The Army Corps of Engineers has found a way to create negative pressure in large convention centers, thereby making it possible to house coronavirus and noncoronavirus patients and come closer to meeting the exploding demand for hospital beds across the country.
“We have a very, very narrow window of opportunity,” said Corps Lt. Gen. Todd Semonite Friday, describing a recurrent struggle to condense the time frames.
Semonite described a $75 million project at the McCormick Place Convention Center in Chicago that will aid the effort in three halls with a capacity to hold 3,000 COVID patients. The deadline is April 24.
“We calculate, and we say, ‘That’s six weeks out. We can’t do that,’” he said. “I tell our guys, ‘You have three weeks. You get as much as you can get done in three weeks, and then, mission’s complete.”

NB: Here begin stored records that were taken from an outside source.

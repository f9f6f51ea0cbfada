"""Numbers and findings in the words that sheet and page share."""

from __future__ import annotations

import math

from gaitlab.gait.records import Walk
from gaitlab.report.run_folder import RankedWiring, SavedRun, WiringSpread
from gaitlab.trust.speed import SpeedEstimate, estimate_from_draws, estimate_from_walk

MM = 1e3
KPA = 1e3
UNKNOWN = "–"
# Shares of the best wiring's travel at which we change the word, chosen by us.
ON_THE_SPOT = 0.2
MUCH_SLOWER = 0.7


def number(value: float, digits: int = 1) -> str:
    """A number with a real minus sign, or a dash for what is not known.

    >>> number(-1.234), number(float("nan")), number(-0.01)
    ('−1.2', '–', '0.0')
    """
    if not math.isfinite(value):
        return UNKNOWN
    text = f"{value:.{digits}f}"
    return (text.removeprefix("-") if float(text) == 0.0 else text).replace("-", "−")


def speed_estimate(run: SavedRun) -> SpeedEstimate | None:
    """Speed of the best wiring with its interval: over the tolerances where a spread was run, else the engine's own doubt.

    None where the best wiring has no travel to speak of.
    """
    walk, spread = run.best.walk, spread_of_best(run)
    if spread is not None:
        return estimate_from_draws(spread.summary.travel_m, spread.summary.speed_m_s, walk.body_length_m)
    if not (math.isfinite(walk.travel_m) and math.isfinite(walk.period_s) and walk.body_length_m > 0):
        return None
    return estimate_from_walk(walk.travel_m, walk.period_s, walk.body_length_m)


def spread_of_best(run: SavedRun) -> WiringSpread | None:
    """The spread of the best wiring, where it was run."""
    rows = run.spread.wirings if run.spread else ()
    return next((row for row in rows if row.wiring == run.best.wiring), None)


def speed_text(estimate: SpeedEstimate | None) -> str:
    """The speed with its interval, in mm/s and body lengths per second."""
    if estimate is None:
        return "not known: the best wiring did not walk"
    low, middle, high = (number(MM * value) for value in estimate.speed_m_s)
    lengths = number(estimate.body_lengths_s[1], 3)
    return f"{middle} mm/s, likely {low} to {high} ({lengths} body lengths/s)"


def reversed_text(best: RankedWiring) -> str:
    """What the robot does when the wave runs the other way, from the walk that was run."""
    walk = best.reversed_walk
    if walk is None:
        return "The reversed wave was not walked in this run; expect a different speed."
    if not math.isfinite(walk.travel_m):
        return f"With the wave reversed it does not walk ({walk.outcome.replace('_', ' ')})."
    share = walk.travel_m / best.walk.travel_m if best.walk.travel_m else math.inf
    travel = f"{number(MM * walk.travel_m)} mm per period instead of {number(MM * best.walk.travel_m)}"
    return f"With the wave reversed it {_reversed_verb(share)}: {travel}."


def _reversed_verb(share: float) -> str:
    if abs(share) < ON_THE_SPOT:
        return "walks on the spot"
    if share < 0.0:
        return "walks backwards"
    if share < MUCH_SLOWER:
        return "still walks forward, but much slower"
    return "walks forward as well, at much the same speed" if share < 1.0 / MUCH_SLOWER else "walks faster"


def course_text(walk: Walk) -> str:
    """Drift and turn of a walk with their sides (left is positive in the records)."""
    if not (math.isfinite(walk.drift_m) and math.isfinite(walk.turn_rad)):
        return "not known"
    drift, turn = MM * walk.drift_m, math.degrees(walk.turn_rad)
    return f"drifts {_sided(drift, ' mm')}, turns {_sided(turn, '°')} per period"


def _sided(value: float, unit: str) -> str:
    text = number(abs(value))
    if float(text) == 0.0:
        return f"{text}{unit}"
    return f"{text}{unit} to the {'left' if value > 0.0 else 'right'}"


def rechecks_text(run: SavedRun) -> str:
    """How the order of the finalists held in the rechecks, and how far the best travel moved."""
    if not run.rechecks:
        return "The order of the finalists was not rechecked in this run."
    asked = [check for check in run.rechecks if check.order_kept is not None]
    kept = sum(bool(check.order_kept) for check in asked)
    names = ", ".join(check.name for check in run.rechecks)
    text = (
        f"Order kept in {kept} of {len(asked)} rechecks ({names})" if asked else f"{_no_order(run)} (rechecks: {names})"
    )
    base = run.best.walk.travel_m
    moves = [abs(check.travel_m / base - 1.0) for check in run.rechecks if math.isfinite(check.travel_m) and base]
    return f"{text}; the best wiring's travel moved by up to {100 * max(moves):.0f} %." if moves else f"{text}."


def _no_order(run: SavedRun) -> str:
    return (
        "Finalists all tied: no order to keep"
        if any("all tied" in check.note for check in run.rechecks)
        else "No order to keep"
    )


def source_text(source: int | str) -> str:
    """A wiring's source in words."""
    if source == "open":
        return "atmosphere"
    return "supply" if source == "held" else f"output {source}"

Semonite took a Pentagon podium for the briefing an hour and half after stepping off a plane from New York City, where the Corps is retrofitting the Javits Center to host noncoronavirus patients.
“From an efficiency perspective,” he said, “it’s got to be the good enough solution, and Javits is the good enough solution.”

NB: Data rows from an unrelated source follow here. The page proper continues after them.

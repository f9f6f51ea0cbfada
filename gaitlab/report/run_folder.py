"""Reads the folder that a search leaves behind; every picture, sheet and page starts from this record.

`run.json` (written by `gaitlab.search.run_record`) is one JSON object, SI units, records as `gaitlab.record_json` writes them::

    layout      1, raised when an older reader would misread the folder
    gaitlab     version that wrote it
    versions    {"python": …, "pybullet": …, "numpy": …, …}
    created     ISO 8601 time, UTC
    command     the command line as typed
    finished    false when the search was cut short (Ctrl-C, budget): the ranking is what was known
    robot       {"path": file name, "text": the file as read, "document": the parsed TOML}
    search      {"strategy", "objective", "raw", "distinct", "evaluated", "failed": {outcome: n}, "simulated_s", "wall_s", "seed"}
    ranking     best first: [{"wiring": {inlet: source}, "rank", "tied_with_best", "settled", "smooth", "walk": Walk,
                "reversed_wiring": {…} | null, "reversed_rank": n | null, "reversed_walk": Walk | null}]
    rings       {"best": RingRun, "reversed": RingRun | null}
    rechecks    [{"name", "order_kept": true | false | null, "travel_m": best wiring's travel, "note"}]       (may be absent)
    spread      {"draws", "seed", "wirings": [{"wiring": {…}, "summary": trust.summary.WiringSummary}],
                "sensitivities": [trust.sensitivity.Sensitivity]} | null                                         (may be absent)

Beside it `traces/best.npz` and `traces/reversed.npz` (`gaitlab.gait.trace_file`); a missing trace costs its pictures only.
"""

from __future__ import annotations

import json
from collections.abc import Mapping
from dataclasses import dataclass
from pathlib import Path
from typing import Any

from gaitlab.errors import InputError, RunFolderError
from gaitlab.gait.records import Trace, Walk
from gaitlab.record_json import record_from_json
from gaitlab.ring.waves import RingRun
from gaitlab.robot.reader import robot_from_document
from gaitlab.robot.records import Robot
from gaitlab.trust.sensitivity import Sensitivity
from gaitlab.trust.summary import WiringSummary
from gaitlab.wiring.wiring import Wiring

LAYOUT = 1
RUN_FILE = "run.json"
AGAIN = "run `gaitlab search ROBOT --out FOLDER` to make one"


@dataclass(frozen=True)
class RankedWiring:
    """One line of the ranking: a wiring, how it walked, and the same with the wave reversed where that was run.

    `settled` is false for a wiring that was only screened by a short or coarse walk; `smooth` is 1 or −1 for an evenly spaced wave.
    """

    wiring: Wiring
    rank: int
    tied_with_best: bool
    walk: Walk
    reversed_wiring: Wiring | None
    reversed_rank: int | None
    reversed_walk: Walk | None
    settled: bool = True
    smooth: int = 0


@dataclass(frozen=True)
class SearchFacts:
    """What the search did: how many wirings there are, how many walked, what failed and what it cost."""

    strategy: str
    objective: str
    raw: int
    distinct: int
    evaluated: int
    failed: tuple[tuple[str, int], ...]
    simulated_s: float
    wall_s: float


@dataclass(frozen=True)
class Recheck:
    """One recheck of the finalists: whether their order held, and the best wiring's travel in it."""

    name: str
    order_kept: bool | None
    travel_m: float
    note: str


@dataclass(frozen=True)
class WiringSpread:
    """How one wiring does over the tolerances."""

    wiring: Wiring
    summary: WiringSummary


@dataclass(frozen=True)
class Spread:
    """Tolerance draws of the finalists and what they hang on most."""

    draws: int
    wirings: tuple[WiringSpread, ...]
    sensitivities: tuple[Sensitivity, ...]


@dataclass(frozen=True)
class SavedRun:
    """A run folder as read: the robot, the search, the ranking, the rings, and what is there of traces, rechecks and spread."""

    folder: Path
    version: str
    created: str
    command: str
    finished: bool
    robot_path: str
    robot_text: str
    robot: Robot
    search: SearchFacts
    ranking: tuple[RankedWiring, ...]
    ring: RingRun
    reversed_ring: RingRun | None
    trace: Trace | None
    reversed_trace: Trace | None
    rechecks: tuple[Recheck, ...]
    spread: Spread | None
    gaps: tuple[str, ...]

    @property
    def best(self) -> RankedWiring:
        """The first line of the ranking."""
        return self.ranking[0]


def read_run(folder: str | Path) -> SavedRun:
    """The run kept in `folder`. What is missing but not needed is told in `gaps`.

    Raises RunFolderError for a folder that holds no run, one of another layout, and one that was cut off half-way.
    """
    path = Path(folder)
    data = _run_json(path)
    try:
        return _saved_run(path, data)
    except (InputError, LookupError, TypeError, AttributeError, ValueError, ArithmeticError) as error:
        raise RunFolderError(
            f"{path / RUN_FILE} is incomplete or damaged ({error}); usual fix: finish it with `gaitlab search … --resume`"
        ) from error


def _run_json(folder: Path) -> dict[str, Any]:
    file = folder / RUN_FILE
    if not folder.is_dir():
        raise RunFolderError(f"run folder must be a folder, got '{folder}'; usual fix: {AGAIN}")
    if not file.is_file():
        raise RunFolderError(_no_run_text(folder))
    try:
        data = json.loads(file.read_text(encoding="utf-8"))
    except (ValueError, RecursionError) as error:  # no UTF-8, no JSON, or nested without end
        raise RunFolderError(
            f"{file} was cut off or is no JSON ({error}); usual fix: finish it with `gaitlab search … --resume`"
        ) from error
    if not isinstance(data, dict) or "layout" not in data:
        raise RunFolderError(f"{file} is not the record of a search (no key 'layout'); usual fix: {AGAIN}")
    if data["layout"] != LAYOUT:
        raise RunFolderError(_layout_text(file, data))
    return data


def _no_run_text(folder: Path) -> str:
    if (folder / "ledger.sqlite").is_file():
        return (
            f"{folder} holds a ledger but no {RUN_FILE}: the search has not ended; "
            "usual fix: wait for it or finish it with `gaitlab search … --resume`"
        )
    return f"{folder} holds no run (no {RUN_FILE}); usual fix: {AGAIN}"


def _layout_text(file: Path, data: Mapping[str, Any]) -> str:
    return (
        f"{file} must be of layout {LAYOUT}, got layout {data['layout']!r} written by gaitlab {data.get('gaitlab', '?')}; "
        "usual fix: run the search again with this version (`--resume` reuses its ledger where nothing has changed)"
    )


def _saved_run(folder: Path, data: Mapping[str, Any]) -> SavedRun:
    ranking = tuple(_ranked(row, f"ranking[{i}]") for i, row in enumerate(data["ranking"]))
    if not ranking:
        raise InputError("the ranking is empty: no wiring has walked yet")
    rings = data["rings"]
    trace, reversed_trace, gaps = _traces(folder)
    robot = data["robot"]
    return SavedRun(
        folder=folder,
        version=str(data["gaitlab"]),
        created=str(data["created"]),
        command=str(data["command"]),
        finished=bool(data["finished"]),
        robot_path=str(robot["path"]),
        robot_text=str(robot["text"]),
        robot=robot_from_document(robot["document"], source=str(robot["path"])),
        search=_search_facts(data["search"]),
        ranking=ranking,
        ring=record_from_json(RingRun, rings["best"], name="rings.best"),
        reversed_ring=_optional(RingRun, rings.get("reversed"), "rings.reversed"),
        trace=trace,
        reversed_trace=reversed_trace,
        rechecks=tuple(record_from_json(Recheck, item, name="rechecks") for item in data.get("rechecks") or ()),
        spread=_spread(data.get("spread")),
        gaps=gaps,
    )


def _optional(kind: type[Any], data: Any, name: str) -> Any:
    return None if data is None else record_from_json(kind, data, name=name)


def _wiring(data: Mapping[str, Any] | None) -> Wiring | None:
    return None if data is None else Wiring.of(data)


def _ranked(row: Mapping[str, Any], name: str) -> RankedWiring:
    return RankedWiring(
        wiring=Wiring.of(row["wiring"]),
        rank=int(row["rank"]),
        tied_with_best=bool(row["tied_with_best"]),
        walk=record_from_json(Walk, row["walk"], name=f"{name}.walk"),
        reversed_wiring=_wiring(row.get("reversed_wiring")),
        reversed_rank=row.get("reversed_rank"),
        reversed_walk=_optional(Walk, row.get("reversed_walk"), f"{name}.reversed_walk"),
        settled=bool(row.get("settled", True)),
        smooth=int(row.get("smooth", 0)),
    )


def _search_facts(data: Mapping[str, Any]) -> SearchFacts:
    failed = tuple(sorted((str(k), int(v)) for k, v in data["failed"].items()))
    return record_from_json(SearchFacts, {**data, "failed": failed}, name="search")


def _spread(data: Mapping[str, Any] | None) -> Spread | None:
    if not data:
        return None
    rows = tuple(
        WiringSpread(
            wiring=Wiring.of(row["wiring"]),
            summary=record_from_json(WiringSummary, row["summary"], name="spread.summary"),
        )
        for row in data["wirings"]
    )
    shares = tuple(record_from_json(Sensitivity, item, name="sensitivities") for item in data["sensitivities"])
    return Spread(int(data["draws"]), rows, shares)


def _traces(folder: Path) -> tuple[Trace | None, Trace | None, tuple[str, ...]]:
    best, best_gap = _trace(folder / "traces" / "best.npz")
    backward, backward_gap = _trace(folder / "traces" / "reversed.npz")
    return best, backward, tuple(gap for gap in (best_gap, backward_gap) if gap)


def _trace(file: Path) -> tuple[Trace | None, str]:
    from gaitlab.gait.trace_file import read_trace

    if not file.is_file():
        return None, f"traces/{file.name} is not there: its moving pictures are left out"
    try:
        return read_trace(file), ""
    except (InputError, RunFolderError, OSError, KeyError, ValueError) as error:
        return None, f"traces/{file.name} cannot be read ({error}): its moving pictures are left out"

Semonite underscored that there is not enough time to build new hospitals but only to retrofit existing facilities to fit the needs of each city.
The Corps leader said he had a list of 114 sites and that 81 have already been assessed by the Corps, with assessments happening at a clip of about 15 to 20 per day. Deadlines and requirements for each city vary, but the Federal Emergency Management Agency is signing contracts every night, and the Corps is coordinating closely with the Department of Health and Human Services, he added.
In Sacramento, for example, a convention center with hard barrier walls will allow planners to create spaces for coronavirus and noncoronavirus patients in the same building.
“We’ve never done a pandemic capability,” he said, describing how four models are being used nationwide and even exported to Britain and Australia. “We don’t have on-the-shelf designs of how to modify hotels into COVID centers.”
Semonite said mayors and governors are maximizing all their resources, such as increasing the number of hospital beds allowable per room, and not just relying on the Corps to solve the bed shortage problem.
“When the ambulances come screaming down the street and they pull into the back of the hospital, whatever that facility is, and they’re taking somebody out that needs to go into a hospital bed, we don’t want the facility to be the critical [point],” he said.